[[ Material shown, beginning ]]

describe('the copy, made through the workbook layer', () => {
  test('the whole sheet: values equal to the source over every spilled cell, the copy’s formula in a note, the header line, formats and charts kept, the source untouched', async () => {
    const excel = demoSheet();
    const workbook = workbookOn(excel);
    const sourceBefore = sheetState(excel, SHEET);
    const shown = await workbook.scanSheet(SHEET);
    const outcome = await workbook.copySheet(request(workbook, shown, { kind: 'sheet' }));
    expect(outcome).toEqual({
      kind: 'written',
      sheet: 'Checkout test (shared)',
      address: "'Checkout test (shared)'!A1:G9",
      chartsKept: 2,
      chartsRemoved: 0,
      notes: 3,
    });
    const copy = 'Checkout test (shared)';
    expect(excel.sheetNames()).toEqual([SHEET, copy, 'Plan']);
    expect(excel.activeSheet).toBe(copy);
    // Every cell of each result is a value equal to the source's, one row down; no ABTEST formula is left.
    expect(excel.formulas(copy, 'E3:G5')).toEqual([
      [0.0396, 0.036, 0.0435],
      [0.0447, 0.041, 0.0487],
      [0.0413, 0.0376, 0.0452],
    ]);
    expect(excel.formulas(copy, 'E7')).toEqual([
      ['Choose Orange button: its expected loss 0.0012% is within the 0.040% allowed'],
    ]);
    expect(excel.cell(copy, 'E3').numberFormat).toBe('0.00%');
    // Other formulas stay live, their references moved with the header row.
    expect(excel.formulas(copy, 'E8:E9')).toEqual([['=$A$4'], ['=SUM(B3:B5)']]);
    // Notes: the formula as the copy held it (references one row down), where it spilled; an existing note kept.
    const notes = excel.notes(copy);
    expect(notes.E3).toBe(
      howComputedNote({ formula: '=ABTEST.POSTERIOR_MEAN(C3:C5,B3:B5)', spill: 'E3:E5', frozenAt: AT }),
    );
    expect(notes.E3).toBe(
      'Computed by =ABTEST.POSTERIOR_MEAN(C3:C5,B3:B5) (its result filled E3:E5).\nFrozen 2025-06-30 14:05 UTC: a plain value now, it no longer updates.',
    );
    expect(notes.F3).toContain('Computed by =ABTEST.RATE_INTERVAL(C3:C5,B3:B5,0.95) (its result filled F3:G5).');
    expect(notes.E7).toBe(
      `Checked by the analyst on Monday.\n\n${howComputedNote({ formula: '=ABTEST.DECISION(C3:C5,B3:B5,,A3:A5)', frozenAt: AT })}`,
    );
    expect(excel.formulas(copy, 'A1')).toEqual([
      [frozenHeaderLine({ frozenAt: AT, source: "'Checkout test'!A1:G8", results: 3 })],
    ]);
    expect(excel.cell(copy, 'A1').bold).toBe(true);
    // The charts came along and read the copy's (moved) cells.
    const all = JSON.parse(excel.snapshot()) as { charts: { sheet: string; source: string; title: string }[] };
    expect(all.charts.filter((c) => c.sheet === copy).map((c) => [c.title, c.source])).toEqual([
      ['Posterior means', 'E3:E5'],
      ['Visitors', 'A2:C5'],
    ]);
    expect(sheetState(excel, SHEET)).toBe(sourceBefore);
  });

  test('part of a sheet: everything outside is cleared, charts placed outside are deleted, a formula reading the left-out table keeps its value with a note', async () => {
    const excel = demoSheet();
    const workbook = workbookOn(excel);
    const shown = await workbook.scanSheet(SHEET);
    const outcome = await workbook.copySheet(request(workbook, shown, { kind: 'cells', range: 'E1:M12' }));
    expect(outcome).toMatchObject({ kind: 'written', chartsKept: 1, chartsRemoved: 1 });
    const copy = 'Checkout test (shared)';
    expect(
      excel
        .formulas(copy, 'A2:C5')
        .flat()
        .every((v) => v === ''),
    ).toBe(true);
    expect(excel.formulas(copy, 'E8')).toEqual([['Orange button']]);
    expect(excel.notes(copy).E8).toBe(
      'Was =$A$4: it read cells left out of this copy, so it keeps the value it showed.\nFrozen 2025-06-30 14:05 UTC.',
    );
    // =SUM(B3:B5) reads the table too: it keeps its value.
    expect(excel.formulas(copy, 'E9')).toEqual([[31251]]);
    expect(excel.formulas(copy, 'E1')).toEqual([
      [frozenHeaderLine({ frozenAt: AT, source: "'Checkout test'!E1:M12", results: 3 })],
    ]);
    const all = JSON.parse(excel.snapshot()) as { charts: { sheet: string; title: string }[] };
    expect(all.charts.filter((c) => c.sheet === copy).map((c) => c.title)).toEqual(['Posterior means']);
  });

  test('an Excel without notes (ExcelApi 1.16): the nearest thing — the formulas in a "How computed" column, said in the header', async () => {
    const excel = demoSheet();
    excel.apiVersion = '1.16';
    const workbook = workbookOn(excel);
    expect(workbook.capabilities()).toEqual({ notes: false });
    const shown = await workbook.scanSheet(SHEET);
    const outcome = await workbook.copySheet(request(workbook, shown, { kind: 'sheet' }));
    expect(outcome).toMatchObject({ kind: 'written', notes: 0 });
    const copy = 'Checkout test (shared)';
    expect(excel.notes(copy)).toEqual({ E7: 'Checked by the analyst on Monday.' });
    expect(excel.writeLog.some((line) => line.startsWith('note '))).toBe(false);
    expect(excel.formulas(copy, 'H1')).toEqual([['How computed']]);
    expect(excel.formulas(copy, 'H3')).toEqual([
      [
        'E3: =ABTEST.POSTERIOR_MEAN(C3:C5,B3:B5) (filled E3:E5); F3: =ABTEST.RATE_INTERVAL(C3:C5,B3:B5,0.95) (filled F3:G5)',
      ],
    ]);
    expect(excel.formulas(copy, 'H7')).toEqual([['E7: =ABTEST.DECISION(C3:C5,B3:B5,,A3:A5)']]);
    expect(String(excel.formulas(copy, 'A1')[0]?.[0])).toContain(
      'each keeps the formula that computed it in column H (How computed).',
    );
    expect(excel.formulas(copy, 'E3:E5')).toEqual([[0.0396], [0.0447], [0.0413]]);
  });

  test('notes asked of an Excel that has none: refused before anything is written', async () => {
    const excel = demoSheet();
    excel.apiVersion = '1.16';
    const workbook = workbookOn(excel);
    const before = excel.snapshot();
    const shown = await workbook.scanSheet(SHEET);
    const asked = request(workbook, shown, { kind: 'sheet' });
    const outcome = await workbook.copySheet({
      ...asked,
      edits: (scan, copyFormula) =>
        copyEdits(planCopy(scan, { kind: 'sheet' }), { frozenAt: AT, notes: true }, copyFormula),
    });
    expect(outcome).toMatchObject({ kind: 'failed', code: 'NotSupported', restored: true, unrestored: [] });
    expect((outcome as { message: string }).message).toBe(
      'the copy could not be made (this Excel cannot add notes (Excel JavaScript API 1.18)); no part of it is left in the workbook (checked), and "Checkout test" was not touched',
    );
    expect(excel.snapshot()).toBe(before);
  });

  test.each([true, false, 3])(
    'a copy that fails part-way (partial: %s) is deleted again and checked; the workbook is as it was',
    async (partial) => {
      const excel = demoSheet();
      const workbook = workbookOn(excel);
      const shown = await workbook.scanSheet(SHEET);
      const before = excel.snapshot();
      // Scan: 3 syncs; the copy: 2 (the copy, then reading it); the edits: the first is the writes.
      excel.failures = [
        { call: excel.syncCalls + 6, code: 'GeneralException', message: 'The request failed.', partial },
      ];
      const outcome = await workbook.copySheet(request(workbook, shown, { kind: 'sheet' }));
      expect(outcome).toEqual({
        kind: 'failed',
        code: 'GeneralException',
        message:
          'the copy could not be made (The request failed.); no part of it is left in the workbook (checked), and "Checkout test" was not touched',
        restored: true,
        unrestored: [],
      });
      expect(excel.partialSnapshots).toHaveLength(partial === false ? 0 : 1);
      expect(excel.snapshot()).toBe(before);
      expect(excel.sheetNames()).toEqual([SHEET, 'Plan']);
    },
  );

  test('a copy that fails before it is renamed is found by Excel’s own copy name and deleted', async () => {
    const excel = demoSheet();
    const workbook = workbookOn(excel);
    const shown = await workbook.scanSheet(SHEET);
    const before = excel.snapshot();
    // The copy's batch applies its first write (the copy itself) and fails before the rename.
    excel.failures = [{ call: excel.syncCalls + 4, code: 'GeneralException', message: 'lost connection', partial: 1 }];
    const outcome = await workbook.copySheet(request(workbook, shown, { kind: 'sheet' }));
    expect(outcome).toMatchObject({ kind: 'failed', restored: true });
    expect(excel.writeLog).toContain('delete Checkout test (2)');
    expect(excel.snapshot()).toBe(before);
  });

  test('when the copy cannot be deleted again, the outcome names it and does not say the workbook is as it was', async () => {
    const excel = demoSheet();
    const workbook = workbookOn(excel);
    const shown = await workbook.scanSheet(SHEET);
    const start = excel.syncCalls;
    excel.failures = [
      { call: start + 6, code: 'GeneralException', message: 'The request failed.', partial: false },
      // The undo: names read (+7), the delete fails (+8).
      { call: start + 8, code: 'AccessDenied', message: 'The workbook is protected.', partial: false },
    ];
    const outcome = await workbook.copySheet(request(workbook, shown, { kind: 'sheet' }));
    expect(outcome).toMatchObject({ kind: 'failed', code: 'GeneralException', restored: false });
    expect((outcome as { message: string }).message).toBe(
      'the copy failed (The request failed.) and a sheet the copy had started may remain (The workbook is protected.) could not be removed; check the workbook',
    );
    expect(excel.sheetNames()).toContain('Checkout test (shared)');
  });

  test('a sheet whose formulas changed since it was shown is not copied: the outcome is the new scan', async () => {
    const excel = demoSheet();
    const workbook = workbookOn(excel);
    const shown = await workbook.scanSheet(SHEET);
    excel.set(SHEET, 'E10', [['=ABTEST.PROB_HIGHEST(C2:C4,B2:B4)']]);
    const before = excel.snapshot();
    const outcome = await workbook.copySheet(request(workbook, shown, { kind: 'sheet' }));
    expect(outcome.kind).toBe('changed');
    expect(outcome.kind === 'changed' && outcome.scan.formulaCells.map((c) => c.address)).toContain('E10');
    expect(excel.snapshot()).toBe(before);
  });

  test('results still being computed, a name taken meanwhile, an old Excel: nothing is written and the reason is given', async () => {
    const excel = demoSheet();
    const workbook = workbookOn(excel);
    const shown = await workbook.scanSheet(SHEET);
    const before = excel.snapshot();
    excel.cell(SHEET, 'E6').value = '#BUSY!';
    const busyScan = await workbook.scanSheet(SHEET);
    const busy = await workbook.copySheet(request(workbook, busyScan, { kind: 'sheet' }));
    expect(busy).toMatchObject({
      kind: 'failed',
      code: 'NotReady',
      message:
        'a result is still being computed (E6); wait until they show numbers, then make the copy; nothing was copied',
    });
    excel.cell(SHEET, 'E6').value = 'Choose Orange button';
    const taken = await workbook.copySheet({ ...request(workbook, shown, { kind: 'sheet' }), newSheet: 'plan' });
    expect(taken).toMatchObject({
      kind: 'failed',
      code: 'InvalidArgument',
      message: 'a sheet named "plan" exists already; nothing was copied',
    });
    excel.apiVersion = '1.11';
    const old = await workbook.copySheet(request(workbook, shown, { kind: 'sheet' }));
    expect(old).toMatchObject({ kind: 'failed', code: 'NotSupported', restored: true });
    excel.cell(SHEET, 'E6').value = 'Choose Orange button: its expected loss 0.0012% is within the 0.040% allowed';
    expect(excel.snapshot()).toBe(before);
  });

  test('two clicks make one copy: the second waits, then finds the name taken', async () => {
    const excel = demoSheet();
    const workbook = workbookOn(excel);
    const shown = await workbook.scanSheet(SHEET);
    const [first, second] = await Promise.all([
      workbook.copySheet(request(workbook, shown, { kind: 'sheet' })),
      workbook.copySheet(request(workbook, shown, { kind: 'sheet' })),
    ]);
    expect(first.kind).toBe('written');
    expect(second).toMatchObject({
      kind: 'failed',
      message: 'a sheet named "Checkout test (shared)" exists already; nothing was copied',
    });
    expect(excel.sheetNames()).toEqual([SHEET, 'Checkout test (shared)', 'Plan']);
  });
});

[[ Material shown, end ]]

Going through the entries above, show each line that contains "sourceBefore".

Answer section:
    const sourceBefore = sheetState(excel, SHEET);
    expect(sheetState(excel, SHEET)).toBe(sourceBefore);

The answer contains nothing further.